The problem | Taking the records below, count the lines in which "that" appears and supply only the count.

[Supplied records — start]

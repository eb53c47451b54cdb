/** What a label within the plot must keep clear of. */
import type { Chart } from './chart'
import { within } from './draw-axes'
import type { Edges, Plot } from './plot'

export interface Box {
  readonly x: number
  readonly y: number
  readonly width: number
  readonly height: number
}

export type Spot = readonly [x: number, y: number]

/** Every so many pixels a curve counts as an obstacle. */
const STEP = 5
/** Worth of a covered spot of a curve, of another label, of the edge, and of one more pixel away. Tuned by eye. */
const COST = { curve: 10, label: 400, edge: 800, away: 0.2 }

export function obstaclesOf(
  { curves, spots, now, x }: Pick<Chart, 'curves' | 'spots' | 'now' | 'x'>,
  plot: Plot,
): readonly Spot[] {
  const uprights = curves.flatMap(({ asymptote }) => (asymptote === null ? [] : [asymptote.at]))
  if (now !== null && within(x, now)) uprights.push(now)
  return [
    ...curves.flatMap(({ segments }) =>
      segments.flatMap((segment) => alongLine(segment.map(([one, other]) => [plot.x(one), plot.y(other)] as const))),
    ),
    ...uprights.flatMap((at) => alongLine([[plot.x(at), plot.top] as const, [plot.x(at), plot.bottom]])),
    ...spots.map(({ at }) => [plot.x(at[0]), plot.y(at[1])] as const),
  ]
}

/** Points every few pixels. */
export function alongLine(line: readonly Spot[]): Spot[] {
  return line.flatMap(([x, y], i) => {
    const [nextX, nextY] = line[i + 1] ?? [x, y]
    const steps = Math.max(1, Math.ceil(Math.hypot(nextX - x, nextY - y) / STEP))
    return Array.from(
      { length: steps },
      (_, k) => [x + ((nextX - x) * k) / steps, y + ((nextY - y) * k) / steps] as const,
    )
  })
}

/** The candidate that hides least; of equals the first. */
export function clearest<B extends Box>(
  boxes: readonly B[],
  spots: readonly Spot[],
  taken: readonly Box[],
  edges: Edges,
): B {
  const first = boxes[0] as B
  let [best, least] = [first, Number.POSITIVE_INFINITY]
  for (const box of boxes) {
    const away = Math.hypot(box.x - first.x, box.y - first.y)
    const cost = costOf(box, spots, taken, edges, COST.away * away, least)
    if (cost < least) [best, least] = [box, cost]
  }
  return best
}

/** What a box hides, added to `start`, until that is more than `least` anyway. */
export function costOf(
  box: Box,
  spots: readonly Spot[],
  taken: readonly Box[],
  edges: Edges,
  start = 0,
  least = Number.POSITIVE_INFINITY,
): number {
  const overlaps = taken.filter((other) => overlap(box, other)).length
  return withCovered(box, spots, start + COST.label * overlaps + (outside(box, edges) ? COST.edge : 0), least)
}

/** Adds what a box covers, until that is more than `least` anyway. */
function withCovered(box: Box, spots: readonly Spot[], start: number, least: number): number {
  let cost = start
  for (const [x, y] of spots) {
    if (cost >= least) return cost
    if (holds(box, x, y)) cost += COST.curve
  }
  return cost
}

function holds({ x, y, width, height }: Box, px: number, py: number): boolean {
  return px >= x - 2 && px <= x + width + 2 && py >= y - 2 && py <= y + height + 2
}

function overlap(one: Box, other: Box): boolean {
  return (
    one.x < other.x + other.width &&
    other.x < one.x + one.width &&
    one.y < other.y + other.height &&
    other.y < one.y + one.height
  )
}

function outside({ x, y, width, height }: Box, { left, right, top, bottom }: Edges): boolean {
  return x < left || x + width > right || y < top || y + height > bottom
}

[Supplied records — finish]

Task answer | 3